Toyota Motor on Tuesday reported a 23% decline in U.S. new vehicle sales in August against the same month in 2019, as a two-month industrywide shutdown of auto production in the spring to stop the spread of COVID-19, along with uncertain economic recovery, weighed on sales.
This was Toyota’s fifth straight month of U.S. sales decrease.
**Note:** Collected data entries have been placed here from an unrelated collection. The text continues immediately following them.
static void test_mix_details(void **state)
{
    (void)state;
    DiagList d;
    OpTable *t = read_ok("fixtures/op/mix.out", OPFMT_AUTO, &d);
    char *log = tu_slurp("fixtures/op/mix.out", NULL);
    assert_int_equal(t->format, OPFMT_SHOW);
    assert_int_equal(d.nerrors, 0);
    assert_int_equal(d.nwarnings, 0);
    /* nine MOSFETs; the Vsource, Isource and Resistor blocks of `show all` are not records */
    assert_int_equal(t->n, 9);
    assert_null(op_find(t, "vdd"));
    assert_null(op_find(t, "ib"));
    assert_null(op_find(t, "xm1.rtap"));
    assert_true(t->temp_c == 27.0); /* "Doing analysis at TEMP = 27.000000" */

    static const struct {
        const char *name;
        OpFamily fam;
        const char *model;
        bool cut;
    } rows[] = {
        {"mb3", OPFAM_BSIM, "nb3", false},           /* block "BSIM3:" */
        {"mabcdefghijklmnopqrst", OPFAM_BSIM, "nold", true}, /* "BSIM4v5:", a 21-character name */
        {"xm1.mref", OPFAM_BSIM, "nfast", false},    /* "BSIM4:" */
        {"xm1.mld", OPFAM_BSIM, "pfast", false},
        {"xlong_instance_path", OPFAM_BSIM, "nfast", true}, /* m.xlong_instance_path.mdevice_far_down, cut */
        {"mpsw", OPFAM_BSIM, "pfast", false},
        {"mpl", OPFAM_MOS1, "pslow", false},         /* "Mos1:" */
        {"mnsw", OPFAM_MOS1, "nslow", false},
    };
    for (size_t i = 0; i < sizeof rows / sizeof rows[0]; i++) {
        const OpRecord *r = op_find(t, rows[i].name);
        if (!r)
            print_error("no record %s\n", rows[i].name);
        assert_non_null(r);
        assert_int_equal(r->family, rows[i].fam);
        assert_non_null(r->model);
        assert_string_equal(r->model, rows[i].model);
        assert_int_equal(r->truncated, rows[i].cut);
    }
    const OpRecord *mb3 = op_find(t, "mb3"), *mpl = op_find(t, "mpl"), *mnsw = op_find(t, "mnsw"),
                   *mpsw = op_find(t, "mpsw"), *mld = op_find(t, "xm1.mld"), *mref = op_find(t, "xm1.mref");
    /* ????????? is absent: BSIM3 prints no cgb and no nf, Mos1 no vth and no cgg, BSIM no von */
    assert_true(isnan(mb3->q[OPQ_CGB]) && isnan(mb3->q[OPQ_NF]) && isnan(mb3->q[OPQ_VON]));
    assert_true(isnan(mpl->q[OPQ_VTH]) && isnan(mpl->q[OPQ_CGG]) && isnan(mpl->q[OPQ_NF]));
    /* BSIM3's gmb row of the wide table is ?????????; its gmbs from the first table stays */
    assert_false(isnan(mb3->q[OPQ_GMBS]));
    assert_false(isnan(mref->q[OPQ_GMBS]));
    /* signs as printed (ngspice-op-data.md section 4): the swapped BSIM4 PMOS has vgs, vds < 0 and
       a positive id and vth; the swapped Mos1 NMOS a negative id; the Mos1 PMOS negative von, vdsat */
    assert_true(mpsw->q[OPQ_VDS] == -1.2 && mpsw->q[OPQ_VGS] == -0.3 && mpsw->q[OPQ_VBS] == -1.2);
    assert_true(mpsw->q[OPQ_ID] > 0 && mpsw->q[OPQ_VTH] > 0);
    assert_true(mnsw->q[OPQ_ID] < 0 && mnsw->q[OPQ_VDS] == -1.2);
    assert_true(mpl->q[OPQ_VON] == -0.6 && mpl->q[OPQ_VDSAT] < 0 && mpl->q[OPQ_ID] > 0);
    assert_true(mld->q[OPQ_VBS] == 0.0 && signbit(mld->q[OPQ_VBS])); /* printed "-0" */
    assert_true(mld->q[OPQ_NF] == 2.0 && op_find(t, "xm1.mout")->q[OPQ_M] == 2.0);
    /* BSIM cgs is negative (dQg/dVs), Mos1 cgs positive (Meyer) */
    assert_true(mref->q[OPQ_CGS] < 0 && mpl->q[OPQ_CGS] > 0);
    /* the record starts at its first appearance: the device row of the first table naming mb3 */
    uint32_t l, c;
    const char *at = strstr(log, "     device                   mb3");
    assert_non_null(at);
    tu_line_col(log, strstr(at, "mb3"), &l, &c);
    assert_int_equal(mb3->loc.line, l);
    assert_int_equal(mb3->loc.col, c);
    free(log);
    op_free(t);
    diag_free(&d);
}

/* A wider `set width` (5 devices per block here) reads the same values. */
static void test_width(void **state)
{
    (void)state;
    size_t n;
    char *log = tu_slurp("fixtures/op/mix.out", &n);
    char *a = strstr(log, "=== show wide"), *b = strstr(log, "=== show all");
    assert_non_null(a);
    assert_non_null(b);
    assert_non_null(strstr(a, "m.xm1.mout            m.xm1.mref")); /* several devices on one line */
    char *path = tu_tmpfile("wide.out", a, (size_t)(b - a));
    DiagList d1, d2;
    OpTable *w = read_ok(path, OPFMT_AUTO, &d1), *all = read_ok("fixtures/op/mix.out", OPFMT_AUTO, &d2);
    assert_int_equal(w->n, 9);
    for (size_t i = 0; i < w->n; i++) {
        const OpRecord *r = &w->recs[i], *s = op_find(all, r->name);
        assert_non_null(s);
        assert_true(r->q[OPQ_ID] == s->q[OPQ_ID] && r->q[OPQ_GM] == s->q[OPQ_GM]);
        assert_true(isnan(r->q[OPQ_VTH]));
    }
    op_free(w);
    op_free(all);
    diag_free(&d1);
    diag_free(&d2);
    free(log);
    free(path);
}

/* A plain batch .op run: node table, model tables (skipped), instance tables of every type. */
static void test_batch(void **state)
{
    (void)state;
    DiagList d;
    OpTable *t = read_ok("fixtures/op/batch.out", OPFMT_AUTO, &d);
    assert_int_equal(t->n, 3);
    const OpRecord *mn = op_find(t, "xinv.mn"), *mp = op_find(t, "xinv.mp"), *ml = op_find(t, "mload");
    assert_non_null(mn);
    assert_non_null(mp);
    assert_non_null(ml);
    assert_int_equal(ml->family, OPFAM_MOS1);
    assert_string_equal(mn->model, "nlo");
    assert_null(op_find(t, "nlo")); /* a model table is not a device */
    assert_null(op_find(t, "rfb"));
    /* nodes: vdd, bias, in, mid; mid is the drain of xinv.mn, whose source is ground */
    assert_int_equal(t->nnodes, 4);
    double mid = NAN, vdd = NAN;
    for (size_t i = 0; i < t->nnodes; i++) {
        if (strcmp(t->node_name[i], "mid") == 0)
            mid = t->node_v[i];
        if (strcmp(t->node_name[i], "vdd") == 0)
            vdd = t->node_v[i];
    }
    assert_true(vdd == 1.3);
    assert_close(mid, mn->q[OPQ_VDS], SHOW_REL);
    assert_close(mid, ml->q[OPQ_VDS], SHOW_REL);
    op_free(t);
    diag_free(&d);
}

/* ---- failures ---- */

static void expect_error(const char *path, OpFormat fmt, uint32_t line, uint32_t col, const char *msg)
{
    DiagList d;
    diag_init(&d);
    OpTable *t = (OpTable *)1;
    int rc = op_read(path, fmt, &t, &d);
    if (rc != ERR_INPUT)
        diag_print(&d, stderr, 0, DIAG_NOTE);
    assert_int_equal(rc, ERR_INPUT);
    assert_null(t);
    const Diag *e = first_sev(&d, DIAG_ERROR);
    assert_non_null(e);
    if (e->loc.line != line || e->loc.col != col || !strstr(e->msg, msg))
        print_error("%s: got %u:%u '%s', expected %u:%u '%s'\n", path, e->loc.line, e->loc.col, e->msg, line, col, msg);
    assert_int_equal(e->loc.line, line);
    assert_int_equal(e->loc.col, col);
    assert_non_null(strstr(e->msg, msg));
    diag_free(&d);
}
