/* The value of option argv[*i]: either after '=' in the same word or the next word. */
static const char *value(int argc, char **argv, int *i, const char *eq)
{
    if (eq)
        return eq + 1;
    if (*i + 1 >= argc)
        return NULL;
    return argv[++*i];
}

static int opt_is(const char *arg, const char *name, const char **eq)
{
    size_t n = strlen(name);
    if (strncmp(arg, name, n) != 0)
        return 0;
    if (arg[n] == '\0') {
        *eq = NULL;
        return 1;
    }
    if (arg[n] == '=') {
        *eq = arg + n;
        return 1;
    }
    return 0;
}

/* The length of the LABEL in "LABEL=FILE", or 0 when v is a plain file name. A label is letters,
 * digits and _ . + - (no '/'), so "./a=b.log" or "dir/a=b.log" is always a file. */
static size_t label_length(const char *v)
{
    size_t n = 0;
    while ((v[n] >= 'a' && v[n] <= 'z') || (v[n] >= 'A' && v[n] <= 'Z') || (v[n] >= '0' && v[n] <= '9') ||
           v[n] == '_' || v[n] == '.' || v[n] == '+' || v[n] == '-')
        n++;
    return n && v[n] == '=' ? n : 0;
}

/* With several --op, a plain FILE is labelled by its stem (the file name without folder and last
 * extension); a single plain --op FILE keeps the empty label. Labels must differ. */
static int corner_labels(Options *o, Buf *msg)
{
    for (size_t i = 0; o->nops > 1 && i < o->nops; i++) {
        if (o->ops[i].label[0])
            continue;
        const char *base = strrchr(o->ops[i].path, '/');
        base = base ? base + 1 : o->ops[i].path;
        const char *dot = strrchr(base, '.');
        size_t n = dot && dot != base ? (size_t)(dot - base) : strlen(base);
        char *label = strndup(base, n);
        if (!label)
            return ERR_NOMEM;
        o->ops[i].label = label;
    }
    for (size_t i = 0; i < o->nops; i++)
        for (size_t k = 0; k < i; k++)
            if (strcasecmp(o->ops[i].label, o->ops[k].label) == 0)
                return usage_error(msg, "two --op dumps have the corner label '%s': give each its own, --op LABEL=FILE",
                                   o->ops[i].label);
    return ERR_OK;
}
South Korean automaker Hyundai Motor said its U.S. sales dropped 8.4% in August, mostly because of a decline in fleet sales to rental car companies, government agencies, and corporations. Hyundai had posted a slight sales gain in July.
This has allowed them to scale back consumer discounts on popular models and increase vehicle prices.
According to consultancies LMC and J.D. Power, which had predicted industrywide U.S. new vehicle sales to drop 20% in August, almost 45% of vehicles sold during the month spent fewer than 20 days on dealer lots, 35 percentage points more than 2019.
TrueCar Inc subsidiary ALG said on Tuesday that the average transaction price for vehicles increased 3.9% in August against the same month in 2019.
While U.S. demand for new automobiles has remained stronger than expected after driving off a cliff in March and April as a number of states shut down due to the coronavirus, there is plenty of uncertainty over whether a sustained recovery is possible.
Outbreaks of COVID-19 throughout southern and southwestern U.S. states during the summer appear to have slowed the economic recovery. Unemployment remains high and could weigh more on sales moving forward.